One thing I am finding strange is every house I have looked at is fully furnished! We have our own furniture and would like to take it with us. Is there anywhere that actually rents houses out unfurnished? We will be looking for a 3-4 bedroom house, do you know the average cost of utilities? 

I was looking yesterday at the Pattaya expat club. As soon as I know if it is a definite move I will join


----------



## BigSkip

No worries. Yes you are so correct about the "fully furnished". It would do you good to leave/sell it before you arrive. The second option of bringing the goods narrows your selection very much. I had the same problem when I came to Jomtien. Give me a shout and I will try help you out, I do know of a few places, but don't know what will be still available when you arrive. Just let me know..........


----------



## Berniea

BigSkip said:


> No worries. Yes you are so correct about the "fully furnished". It would do you good to leave/sell it before you arrive. The second option of bringing the goods narrows your selection very much. I had the same problem when I came to Jomtien. Give me a shout and I will try help you out, I do know of a few places, but don't know what will be still available when you arrive. Just let me know..........

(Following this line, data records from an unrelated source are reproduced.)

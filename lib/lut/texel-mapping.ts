// How lookup-texture texels map to the angle ψ from the antisolar point and to the drop-size axis. The same
// formulas are written into the manifest and the shader snippets, so a shader samples exactly what was baked.

export type AngleMapping = "linear" | "bow-weighted";

/**
 * "bow-weighted" packs texels around the bows: ψ(u) = c + s·sinh(a0 + u·(a1 − a0)), a = asinh((ψ − c)/s), so the
 * texel density falls off as 1/cosh away from c. c = 46.5° sits between the primary (≈ 42°) and the secondary
 * (≈ 51°) (Descartes angles for water, docs/checks.md) and s = 4° keeps both bows in the dense part (our choice).
 */
export const BOW_WEIGHTED_CENTRE_DEG = 46.5;
export const BOW_WEIGHTED_SCALE_DEG = 4;

export interface AngleAxis {
  fromDeg: number;
  toDeg: number;
  texels: number;
  mapping: AngleMapping;
}

/** ψ at texel coordinate u ∈ [0, 1] (texel i has its centre at u = (i + 0.5)/texels). */
export function angleAtU(axis: AngleAxis, u: number): number {
  if (axis.mapping === "linear") return axis.fromDeg + u * (axis.toDeg - axis.fromDeg);
  const c = BOW_WEIGHTED_CENTRE_DEG;
  const s = BOW_WEIGHTED_SCALE_DEG;
  const a0 = Math.asinh((axis.fromDeg - c) / s);
  const a1 = Math.asinh((axis.toDeg - c) / s);
  return c + s * Math.sinh(a0 + u * (a1 - a0));
}

/** The inverse: u of an angle ψ (what a shader computes from its view ray). */
export function uAtAngle(axis: AngleAxis, psiDeg: number): number {
  if (axis.mapping === "linear") return (psiDeg - axis.fromDeg) / (axis.toDeg - axis.fromDeg);
  const c = BOW_WEIGHTED_CENTRE_DEG;
  const s = BOW_WEIGHTED_SCALE_DEG;
  const a0 = Math.asinh((axis.fromDeg - c) / s);
  const a1 = Math.asinh((axis.toDeg - c) / s);
  return (Math.asinh((psiDeg - c) / s) - a0) / (a1 - a0);
}

export function texelAngles(axis: AngleAxis): Float64Array {
  return Float64Array.from({ length: axis.texels }, (_, i) => angleAtU(axis, (i + 0.5) / axis.texels));
}

/** Drop-size rows are log-spaced: value(v) = from·(to/from)^v at texel centres v = (j + 0.5)/texels. */
export function logAxisValues(from: number, to: number, texels: number): Float64Array {
  if (texels === 1) return Float64Array.of(Math.sqrt(from * to));
  return Float64Array.from({ length: texels }, (_, j) => from * (to / from) ** ((j + 0.5) / texels));
}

A lot of it we can do without. What bothers me more than anything is I do have cats and I would much prefer my own but if it can't be, it can't be! 

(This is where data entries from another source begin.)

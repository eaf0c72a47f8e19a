// Camera views and sky maps of a bow layer: a profile computed over the ψ range the image needs, turned into
// linear colours per profile sample, spread over the pixels by lib/view, and written as EXR, Radiance HDR or PNG.

import sharp from "sharp";
import { profileDefaults, type ProfileRequest } from "../../schemas/profile.js";
import type { ImageQuery, SkyRequest, ViewRequest, ViewScenario } from "../../schemas/view.js";
import { computeProfile, planProfile, type ProfileLayers, type ProfileLimits, type ProfileResult } from "./profile.js";
import type { SpectralProfile } from "../../lib/bow/lattice-profile.js";
import { MAX_LAYERED_PIXELS, orderLayersManifest, withOrderLayers } from "./order-layers.js";
import type { KernelService } from "../kernels/kernel-service.js";
import type { ProgressMeter } from "../progress/progress-meter.js";
import { rowsProgress } from "../progress/rows-progress.js";
import { ClientError } from "../requests/client-error.js";
import { luminanceReciprocal, spectraToXyz, type Xyz } from "../../lib/colour/tristimulus.js";
import { renderXyz } from "../../lib/colour/render.js";
import { encodeLinear, outputSpace, type OutputSpaceId } from "../../lib/colour/output-spaces.js";
import { LUMINOUS_EFFICACY_LM_PER_W } from "../../lib/bow/colour-profile.js";
import { type Camera, cameraBasis, cameraRayField, centralPixelDeg, fieldOfViewDeg, focalPxFromFov, focalPxFromLens } from "../../lib/view/camera.js";
import { skyRayField } from "../../lib/view/sky-map.js";
import type { RayField } from "../../lib/view/ray-field.js";
import { type Vec3, azimuthElevationOf, directionFromAzimuthElevation } from "../../lib/view/vectors.js";
import { angleFromAntisolarDeg, angleRangeDeg, renderLayer, type Layer, type ProfileColours } from "../../lib/view/layer.js";
import { arcFrame, arcPositionInFrame } from "../../lib/view/arc-position.js";
import { isFlattened } from "../../schemas/drop-shape.js";
import type { ArcSlices } from "../../lib/view/arc-slices.js";
import { arcNodesDeg, ARC_NODE_STEP_DEG, ARC_INTERPOLATION, ARC_TOLERANCE } from "./arc-nodes.js";
import { asksRotation, withSiblingArcs } from "./sibling-arcs.js";
import { curtainTransmittance } from "../../lib/bow/extinction.js";
import { spacePrimaries } from "../../lib/colour/primaries.js";
import { contentHash } from "../requests/content-hash.js";
import { ditheredCode8 } from "../../lib/view/dither.js";
import { encodeExr, type ExrChromaticities } from "../encoders/exr.js";
import { encodeRadianceHdr } from "../encoders/radiance-hdr.js";
import { withSpaceColourChunks } from "../encoders/png-strip.js";
import type { CameraDescription, MapDescription, OverlayManifest } from "../../schemas/responses/overlay-response.js";
import { COST_NS } from "../progress/work-costs.js";
import { roughWaterSurfaceFor, waterAngleRangeDeg, waterSurfaceFor, type WaterSurface } from "../../lib/view/water-reflection.js";
import { dropMedium } from "../../lib/water/drop-medium.js";
import { CURTAIN_WAVELENGTH_NM } from "../../lib/bow/extinction.js";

I really appreciate your help BigSkip, Thank you


----------



## BigSkip

your welcome & good luck


----------



## Berniea

Well hubby got the job and we are looking to move out by the middle of July. We will be taking our cats over with us. Can anyone tell me of a decent cat sitter or Cattery so when I have a holiday I know they will be looked after? I have been searching but have come up with nothing  

We will be out for a couple of days between now and Middle of July. We are hoping to find somewhere to live. Will agents/landlords hold somewhere for you or should be look into living somewhere short term to start off with? 

Regarding utilities, when we do rent somewhere do we need to sort them out or will the agent/landlord. I have also seen something about 50/50 transfer/tax something like that when renting somewhere. Can anyone tell me what that is? or is if they sell the property? 

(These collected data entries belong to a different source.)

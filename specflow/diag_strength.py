"""Instrument-strength diagnostics: first-stage F, partial R², Cragg-Donald, Kleibergen-Paap,
Sanderson-Windmeijer, the effective F and the Stock-Yogo critical values.

Every function takes the precomputed :class:`~specflow.diag_core.Core` of one specification and
returns a :class:`~specflow.results.Diagnostic`; :func:`specflow.diagnostics.diagnose` calls them
inside a guard that turns numerical trouble into a "not applicable" record.
"""

from __future__ import annotations

import csv
from functools import lru_cache
from pathlib import Path

import numpy as np
from scipy import stats

from .diag_core import Core, Unavailable, chi2_sf, f_sf, finite, quad_form_inv
from .results import Diagnostic

_DATA = Path(__file__).with_name("data") / "stock_yogo.csv"


# -- first stage ------------------------------------------------------------------------------
def first_stage_f(c: Core, j: int) -> Diagnostic:
    r"""Conventional partial F statistic of the excluded instruments in the first stage of x_j.

    .. math:: F_j = \frac{x_j' P_Z x_j / L}{x_j' M_Z x_j / (n - k - L)} \sim F(L,\, n - k - L)

    with every array partialled of the ``k`` exogenous columns (Frisch-Waugh-Lovell).

    References
    ----------
    Staiger, D. and Stock, J. H. (1997), "Instrumental Variables Regression with Weak
    Instruments", Econometrica 65(3), 557-586.

    Notes
    -----
    Assumes homoskedastic, serially uncorrelated first-stage errors; uses the unadjusted
    variance ``s^2 = v'v/(n-k-L)`` whatever the specification's covariance.
    """
    name = c.names[j]
    ss_p, ss_m = c.YPY[j + 1, j + 1], c.YMY[j + 1, j + 1]
    if ss_m <= 0:
        raise Unavailable(f"{name} is an exact linear function of the instruments")
    F = finite((ss_p / c.L) / (ss_m / c.df_fs), "the first-stage F")
    return Diagnostic(
        name=f"first_stage_f:{name}", statistic=F, pvalue=f_sf(F, c.L, c.df_fs),
        distribution=f"F({c.L},{c.df_fs})", null=f"the excluded instruments do not enter the first stage of {name}",
        covariance="unadjusted")


def first_stage_f_robust(c: Core, j: int) -> Diagnostic:
    r"""First-stage F with the specification's covariance: the Wald statistic divided by L.

    .. math:: F^{r}_j = \hat\pi_j' \hat V(\hat\pi_j)^{-1} \hat\pi_j / L

    with :math:`\hat V` the robust / cluster / HAC covariance of the first-stage coefficients of
    the excluded instruments (specflow's small-sample factor with ``k = k_exog + L``). Its
    p-value uses ``F(L, n - k - L)``, or ``F(L, G - 1)`` when clustered.

    References
    ----------
    White, H. (1980), Econometrica 48(4), 817-838; Cameron, Gelbach and Miller (2011),
    "Robust Inference with Multiway Clustering", JBES 29(2), 238-249.

    Notes
    -----
    Under unadjusted covariance this is the conventional F (:func:`first_stage_f`). It does not
    assume homoskedasticity otherwise, but its size as a weak-instrument pretest is not
    controlled by the Stock-Yogo tables (use the effective F for one endogenous regressor).
    """
    name = c.names[j]
    if not c.robust:
        out = first_stage_f(c, j)
        out.name = f"first_stage_f_robust:{name}"
        out.extra = {"note": "Wald/L; under unadjusted covariance identical to the conventional F"}
        return out
    e = np.zeros(c.p + 1)
    e[j + 1] = 1.0
    wald = c.rf_wald(e, f"the first stage of {name}")
    F = finite(wald / c.L, "the robust first-stage F")
    df2 = c.df_denom(c.k + c.L)
    return Diagnostic(
        name=f"first_stage_f_robust:{name}", statistic=F, pvalue=f_sf(F, c.L, df2),
        distribution=f"F({c.L},{df2})", null=f"the excluded instruments do not enter the first stage of {name}",
        covariance=c.cov, extra={"note": "Wald/L with the specification's covariance", "wald": wald})


def partial_r2(c: Core, j: int) -> Diagnostic:
    r"""Partial R² of the excluded instruments for x_j: :math:`x_j'P_Z x_j / x_j'x_j`.

    Notes
    -----
    Descriptive (no test), computed on the partialled-out arrays; no covariance involved.
    """
    name = c.names[j]
    tot = float(c.YY[j + 1, j + 1])
    return Diagnostic(name=f"partial_r2:{name}", statistic=finite(c.YPY[j + 1, j + 1] / tot, "partial R2"))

One more thing! I don't want to live anywhere where there is a high crime rate. I need somewhere with plenty of expats, nice bars, shops and easy to get a taxi as I don't drive. Can someone recommend an area, is Jomtiem like that? 

Thanks in advance


----------



## 1Kate1

You could also consider Bangsaray which is an expat area with many Brits. ....Bars and Restaurants where you would get to know people....beach area for walks.
Some excellent housing for rent.


----------



## 1Kate1

Hi Berniea ......Just to let you know I am British living here in Thailand for the past 6 years ...one piece of advice be very wary of people wanting to help you...locals and expats included as many will help you empty your wallet........


----------



## Berniea

1Kate1 said:


> You could also consider Bangsaray which is an expat area with many Brits. ....Bars and Restaurants where you would get to know people....beach area for walks.
> Some excellent housing for rent.


Thank you 1Kate1, I will look into that! 

And thanks for the warning about people helping!!! Is there anyone you can trust?


----------



## BigSkip

Sorry for not getting back sooner, as far as trust, this is a tough one, good luck! I don't know how to do a private txt, to send my phone # , if you send me a private reply I will send back my #..... not smart about website


----------